Enhanced Sensing Efficiency of Ultra-Narrow Band Graphene-Based Surface Plasmon Resonance Refractive Index Sensor for Biochemical Applications and Environmental Monitoring

This paper presents an ultra-narrow band graphene-based surface plasmon resonance refractive index sensor design optimized for enhanced sensing efficiency in biomedical diagnostics and environmental monitoring applications. The proposed sensor architecture leverages a unique combination of circular and triangular resonators strategically patterned to maximize field confinement and sensing performance.
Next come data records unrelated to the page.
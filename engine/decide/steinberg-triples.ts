import { valuation } from '../arith/valuation';
import {
  constantPolynomial,
  isConstant,
  multiplyMulti,
  powerMulti,
  scaleMulti,
  type LetterRing,
  type MultiPolynomial,
} from '../field/multivariate';
import { multiplicity } from '../field/multivariate-division';
import { leastSize } from '../field/write-multivariate';
import type { Monomial } from '../ring/word-ring';
import type { Generator } from './letters-generators';

/** A product of generators by their exponents, none negative. */
export type Product = readonly number[];

export interface SignedProduct {
  readonly negative: boolean;
  readonly product: Product;
}

/** Three signed products, pairwise coprime, whose sum is zero. */
export type Triple = readonly [SignedProduct, SignedProduct, SignedProduct];

/** x + y = 1 for two ± monomials in generators, so that [x][y] = 0. `weight` counts the generators in it, with repetitions. */
export interface SteinbergPair {
  readonly x: Monomial;
  readonly y: Monomial;
  readonly weight: number;
}

export const weightOf = (product: Product): number => product.reduce((sum, e) => sum + e, 0);

export const isCoprime = (a: Product, b: Product): boolean => a.every((e, i) => e === 0 || b[i] === 0);

/** A name for a triple, whatever the order and the signs: coprime products have one sum of zero at most. */
export const nameOfTriple = (products: readonly Product[]): string =>
  products
    .map((product) => product.join())
    .sort()
    .join(';');

/** The product multiplied out. */
export function polynomialOf(
  ring: LetterRing,
  generators: readonly Generator[],
  { negative, product }: SignedProduct,
): MultiPolynomial {
  const size = product.reduce(
    (result, e, i) => {
      const g = generators[i];
      if (e === 0 || g === undefined) return result;
      const value = g.kind === 'integer' ? constantPolynomial(ring, g.value) : g.value;
      return multiplyMulti(ring, result, powerMulti(ring, value, e));
    },
    constantPolynomial(ring, 1n),
  );
  return negative ? scaleMulti(ring, -1n, size) : size;
}

/** A polynomial, not zero, as ± a product of generators; `undefined` where it is none. */
export function productOf(
  ring: LetterRing,
  generators: readonly Generator[],
  f: MultiPolynomial,
): SignedProduct | undefined {
  let rest = f;
  const exponents = generators.map((generator) => {
    if (generator.kind === 'integer' || isConstant(rest)) return 0;
    const found = multiplicity(ring, rest, generator.value);
    rest = found.rest;
    return found.exponent;
  });
  if (!isConstant(rest)) return undefined;
  let constant = leastSize(ring, rest[0]?.coefficient ?? 0n);
  const product = generators.map((generator, i) => {
    if (generator.kind !== 'integer' || constant === 0n) return exponents[i] ?? 0;
    const { exponent, unit } = valuation(constant, generator.value);
    constant = unit;
    return exponent;
  });
  return constant === 1n || constant === -1n ? { negative: constant < 0n, product } : undefined;
}

/**
 * A pair for a triple: over 1 where it is among the products, else over the one with the last generator. The other two pairs
 * follow from it, by [1/x] = −⟨x⟩[x] and [x][−x] = 0.
 */
export function pairOf(triple: Triple): SteinbergPair {
  const rank = ({ product }: SignedProduct): number =>
    weightOf(product) === 0 ? Infinity : product.findLastIndex((e) => e > 0);
  const [below, first, second] = [...triple].sort((a, b) => rank(b) - rank(a)) as [...Triple];
  const weight = triple.reduce((sum, { product }) => sum + weightOf(product), 0);
  return { x: quotient(first, below), y: quotient(second, below), weight };
}

/** −above/below. */
function quotient(above: SignedProduct, below: SignedProduct): Monomial {
  const exponents = new Map<number, bigint>();
  above.product.forEach((e, i) => {
    const difference = e - (below.product[i] ?? 0);
    if (difference !== 0) exponents.set(i, BigInt(difference));
  });
  return { negative: above.negative === below.negative, exponents };
}
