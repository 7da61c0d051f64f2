import type { Budget } from '../arith/budget';
import { integerElement, type Element } from '../expression/element';
import type { Expression } from '../expression/expression';
import { mapEntries } from '../expression/map-entries';
import { Refusal } from '../expression/refusal';
import { shownElement } from '../expression/shown';
import type { Condition } from '../expression/statement';
import { lower } from '../ring/lower';
import type { Term } from '../ring/term';
import type { Monomial } from '../ring/word-ring';
import { minusOneElement } from '../ring/write-word';
import { lettersReader } from './letters-reading';
import { notAUnit } from './read-unit';

/** Words with entries in letters in kernel form. */
export interface LettersStatement {
  /** An expression without letters, its entries replaced by their values. */
  constant(expression: Expression): Expression;
  readonly sides: readonly (readonly Term<Monomial>[])[];
  readonly letters: readonly string[];
}

/** Reads entries as ± products of letters, or finds that there are no letters at all. */
export function readStatement(
  expressions: readonly Expression[],
  characteristic: bigint,
  conditions: readonly Condition[],
  budget: Budget,
): LettersStatement {
  const read = lettersReader(characteristic, conditions, budget);
  const names = new Set<string>();
  let refused: { readonly entry: Element; readonly constant: boolean } | undefined;
  interface Named {
    readonly negative: boolean;
    readonly exponents: ReadonlyMap<string, bigint>;
  }
  const named = expressions.map((expression) =>
    lower(expression, (entry): Named => {
      const value = read(entry);
      if (value.kind === 'zero')
        throw notAUnit(entry, characteristic === 0n ? 'every field' : `characteristic ${characteristic}`);
      if (value.kind === 'signed') {
        for (const name of value.exponents.keys()) names.add(name);
        return value;
      }
      if (refused === undefined || (refused.constant && value.kind === 'other'))
        refused = { entry, constant: value.kind === 'constant' };
      return { negative: false, exponents: new Map() };
    }),
  );
  if (refused !== undefined && (names.size > 0 || !refused.constant)) {
    throw new Refusal(
      'not-yet',
      `Over an unspecified field this version decides entries that are products of letters, and ${shownElement(refused.entry)} is none. Use letters only, or choose a field.`,
      refused.entry.at,
    );
  }
  const constantOf = (entry: Element): Element => {
    const value = read(entry);
    if (value.kind === 'constant') return { ...value.value, at: entry.at };
    return { ...(value.kind === 'signed' && value.negative ? minusOneElement : integerElement(1n)), at: entry.at };
  };
  const letters = [...names].sort(compareLetters);
  const indexOf = new Map(letters.map((name, i) => [name, i]));
  const monomials = new Map<Named, Monomial>();
  const monomial = (value: Named): Monomial => {
    const known = monomials.get(value);
    if (known !== undefined) return known;
    const exponents = new Map(
      [...value.exponents].map(([name, e]) => [indexOf.get(name) ?? 0, e] as const).sort(([a], [b]) => a - b),
    );
    const made: Monomial = { negative: value.negative, exponents };
    monomials.set(value, made);
    return made;
  };
  return {
    letters,
    constant: (expression) => mapEntries(expression, constantOf),
    sides: named.map((terms) => terms.map((term) => mapTerm(term, monomial))),
  };
}

/** The same term with every entry replaced. */
function mapTerm<A, B>(term: Term<A>, f: (entry: A) => B): Term<B> {
  return {
    ...term,
    angles: term.angles.map(f),
    factors: term.factors.map((factor) =>
      factor.kind === 'symbol'
        ? { kind: 'symbol', entry: f(factor.entry) }
        : { ...factor, of: factor.of.map((inner) => mapTerm(inner, f)) },
    ),
  };
}

/** The order of letters: by name, then by index as a number, then by primes. */
function compareLetters(a: string, b: string): number {
  const parts = (name: string): readonly [string, bigint, number] => {
    const digits = /[0-9]+/.exec(name)?.[0];
    return [name.charAt(0), digits === undefined ? -1n : BigInt(digits), name.length];
  };
  const [x, y] = [parts(a), parts(b)];
  if (x[0] !== y[0]) return x[0] < y[0] ? -1 : 1;
  if (x[1] !== y[1]) return x[1] < y[1] ? -1 : 1;
  return x[2] - y[2] || (a < b ? -1 : a > b ? 1 : 0);
}
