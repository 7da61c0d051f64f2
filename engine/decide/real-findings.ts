import type { Budget } from '../arith/budget';
import type { Expression } from '../expression/expression';
import type { Int } from '../arith/int';
import type { Visited } from '../place/theta-ring';
import { evaluate } from '../ring/evaluate';
import { residueRing } from '../ring/residue-ring';
import { rankRing, signatureRing } from '../ring/signature-ring';
import type { Term } from '../ring/term';
import { multiple, zeroExpression } from '../ring/write-word';
import type { Finding } from './finding';
import type { RationalClasses } from './rational-classes';

/** The rank in degree 0, and in every degree the signature at the real place. */
export function realFindings<A, B extends Visited>(classes: RationalClasses<A, B>, budget: Budget): readonly Finding[] {
  const { sides, minusOne, rational } = classes;
  const [left = [], right = []] = sides;
  const signatures = residueRing(
    signatureRing<B>((unit) => rational(unit).negative),
    minusOne,
  );
  const [l, r] = [classes.image(left, signatures, budget), classes.image(right, signatures, budget)];
  return classes.degrees([...left, ...right]).flatMap((degree): readonly Finding[] => {
    const values = [BigInt(l.get(degree) ?? 0), BigInt(r.get(degree) ?? 0)] as const;
    // in degree n ≥ 1 the signature is a multiple of 2ⁿ, and Milnor K-theory sees that multiple modulo 2
    const sameModEta = degree < 1 || (values[0] - values[1]) % 2n ** BigInt(degree + 1) === 0n;
    const signature = integerFinding('signature', degree, values, sameModEta, values[0] === values[1]);
    return [...(degree === 0 ? [rankOfClasses(classes, budget)] : []), { ...signature, place: 'real' }];
  });
}

function rankOfClasses<A, B extends Visited>(classes: RationalClasses<A, B>, budget: Budget): Finding {
  const [left = [], right = []] = classes.sides;
  const ranks = residueRing<B, Int>(rankRing, classes.minusOne);
  const rank = (terms: readonly Term<A>[]): bigint => BigInt(classes.image(terms, ranks, budget).get(0) ?? 0);
  return ranksFinding([rank(left), rank(right)]);
}

/** The ranks of the parts of degree 0. */
export function rankFinding<A>(left: readonly Term<A>[], right: readonly Term<A>[], budget: Budget): Finding {
  const rank = (terms: readonly Term<A>[]): bigint => BigInt(evaluate(terms, rankRing, budget).get(0) ?? 0);
  return ranksFinding([rank(left), rank(right)]);
}

const ranksFinding = (values: readonly [bigint, bigint]): Finding =>
  integerFinding('rank', 0, values, values[0] === values[1], (values[0] - values[1]) % 2n === 0n);

/** Two integers compared. */
export function integerFinding(
  map: 'rank' | 'signature',
  degree: number,
  [left, right]: readonly [bigint, bigint],
  sameModEta: boolean,
  sameModH: boolean,
): Finding {
  const write = (n: bigint): Expression => (n === 0n ? zeroExpression : multiple(n, []));
  return {
    map,
    degree,
    same: left === right,
    zero: left === 0n && right === 0n,
    sameModEta,
    sameModH,
    left: () => write(left),
    right: () => write(right),
    target: () => '\\mathbb{Z}',
    reason: () => `The ${map}s are ${left} and ${right}.`,
  };
}
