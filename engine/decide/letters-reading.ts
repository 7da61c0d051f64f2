import type { Budget } from '../arith/budget';
import { isPrime } from '../arith/prime';
import type { Element } from '../expression/element';
import { Refusal } from '../expression/refusal';
import type { Condition } from '../expression/statement';
import { shownCondition } from '../expression/shown';
import type { Field } from '../field/field';
import { laurentPower, laurentRing, readLaurent, type Laurent, type LaurentRing } from '../field/laurent';
import { primeField } from '../field/prime-field';
import { rationals } from '../field/rational';

/** The characteristic that the conditions fix, 0 if they fix none. Refuses conditions on it that contradict each other. */
export function characteristicOf(conditions: readonly Condition[], budget: Budget): bigint {
  let fixed = 0n;
  for (const condition of conditions) {
    if (condition.kind !== 'characteristic') continue;
    if (!isPrime(condition.prime, budget))
      throw new Refusal('hypothesis', `${condition.prime} is not a prime, so it is no characteristic.`, condition.at);
    if (!condition.is) continue;
    if (fixed !== 0n && fixed !== condition.prime)
      throw new Refusal(
        'hypothesis',
        `The characteristic cannot be both ${fixed} and ${condition.prime}.`,
        condition.at,
      );
    fixed = condition.prime;
  }
  for (const condition of conditions)
    if (condition.kind === 'characteristic' && !condition.is && condition.prime === fixed)
      throw new Refusal('hypothesis', `The characteristic cannot be ${fixed} and also not ${fixed}.`, condition.at);
  return fixed;
}

/** What an entry in letters is: zero, ± a product of letters (±1 among them), another constant, or something else. */
export type LetterEntry =
  | { readonly kind: 'zero' | 'other' }
  | { readonly kind: 'constant'; readonly value: Element }
  | { readonly kind: 'signed'; readonly negative: boolean; readonly exponents: ReadonlyMap<string, bigint> };

/**
 * The reader of entries over an unspecified field of this characteristic (0: the coefficients are ℚ, p: 𝔽_p), with the letters
 * that `a = …` conditions solve for replaced. Refuses conditions that contradict themselves or cannot be solved.
 */
export function lettersReader(
  characteristic: bigint,
  conditions: readonly Condition[],
  budget: Budget,
): (element: Element) => LetterEntry {
  return characteristic === 0n
    ? readerOver(rationals, conditions, budget)
    : readerOver(primeField(characteristic), conditions, budget);
}

function readerOver<E>(
  field: Field<E>,
  conditions: readonly Condition[],
  budget: Budget,
): (element: Element) => LetterEntry {
  const ring = laurentRing(field, budget);
  const solved = new Map<string, Laurent<E>>();
  const letterValue = (name: string): Laurent<E> => solved.get(name) ?? ring.letter(name);
  const read = (element: Element): Laurent<E> => readLaurent(element, ring, letterValue);
  const difference = (condition: Condition & { kind: 'equal' | 'unequal' }): Laurent<E> =>
    ring.add(read(condition.left), ring.negate(read(condition.right)));

  for (const condition of conditions) {
    if (condition.kind !== 'equal') continue;
    const f = difference(condition);
    if (f.size === 0) continue;
    const solution = solve(f, ring);
    if (solution === undefined)
      throw new Refusal(
        'hypothesis',
        `The condition ${shownCondition(condition)} cannot be solved for a letter. Write one letter, times a product of letters, on a side of its own.`,
        condition.at,
      );
    for (const [name, value] of solved) solved.set(name, substitute(value, solution, ring));
    solved.set(solution.name, solution.value);
  }
  for (const condition of conditions)
    if (condition.kind === 'unequal' && difference(condition).size === 0)
      throw new Refusal('hypothesis', `The condition ${shownCondition(condition)} never holds.`, condition.at);
  return (element) => classify(read(element), field);
}

function classify<E>(f: Laurent<E>, field: Field<E>): LetterEntry {
  const [term, more] = f.values();
  if (term === undefined) return { kind: 'zero' };
  if (more !== undefined) return { kind: 'other' };
  const positive = field.equal(term.coefficient, field.one);
  if (positive || field.equal(term.coefficient, field.negate(field.one)))
    return { kind: 'signed', negative: !positive, exponents: term.exponents };
  return term.exponents.size === 0 ? { kind: 'constant', value: field.write(term.coefficient) } : { kind: 'other' };
}

interface Solution<E> {
  readonly name: string;
  readonly value: Laurent<E>;
}

/** Solves f = 0 for a letter that occurs in one term only, to the power 1 or −1, with ± a product of letters beside it. */
function solve<E>(f: Laurent<E>, ring: LaurentRing<E>): Solution<E> | undefined {
  const { one, negate, equal } = ring.field;
  for (const [key, term] of f) {
    if (!equal(term.coefficient, one) && !equal(term.coefficient, negate(one))) continue;
    for (const [name, e] of term.exponents) {
      if (e !== 1n && e !== -1n) continue;
      const others = [...f].filter(([other]) => other !== key);
      if (others.length === 0 || others.some(([, { exponents }]) => exponents.has(name))) continue;
      const cofactor = ring.multiply(new Map([[key, term]]), e === 1n ? inverseLetter(name, ring) : ring.letter(name));
      const rest = ring.negate(new Map(others));
      const value = e === 1n ? ring.multiply(rest, ring.invert(cofactor) ?? new Map()) : ring.invert(rest);
      if (value === undefined) continue;
      return { name, value: e === 1n ? value : ring.multiply(cofactor, value) };
    }
  }
  return undefined;
}

const inverseLetter = <E>(name: string, ring: LaurentRing<E>): Laurent<E> =>
  ring.invert(ring.letter(name)) ?? new Map();

function substitute<E>(f: Laurent<E>, { name, value }: Solution<E>, ring: LaurentRing<E>): Laurent<E> {
  let result: Laurent<E> = new Map();
  for (const [key, term] of f) {
    const e = term.exponents.get(name) ?? 0n;
    const without = ring.multiply(new Map([[key, term]]), laurentPower(ring.letter(name), -e, ring));
    result = ring.add(result, e === 0n ? without : ring.multiply(without, laurentPower(value, e, ring)));
  }
  return result;
}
Through rigorous electromagnetic simulations using COMSOL Multiphysics software, the sensor parameters are systematically optimized, achieving an exceptional sensitivity of 300 GHzRIU⁻¹ and an average detection accuracy (DA) of 6.494 across all frequency bands. The sensor also exhibits excellent performance metrics, including a high figure of merit (FOM) of 1.948 RIU⁻¹ and a quality factor (Q) ranging from 5.305 to 5.461, demonstrating its potential for accurate detection of minute refractive index variations. Additionally, the study investigates the encoding capabilities of the sensor, showcasing its potential for 2-bit data encoding applications. The synergistic combination of advanced materials and metasurface architecture paves the way for the development of highly sensitive and versatile sensing platforms for various biochemical and environmental sensing applications.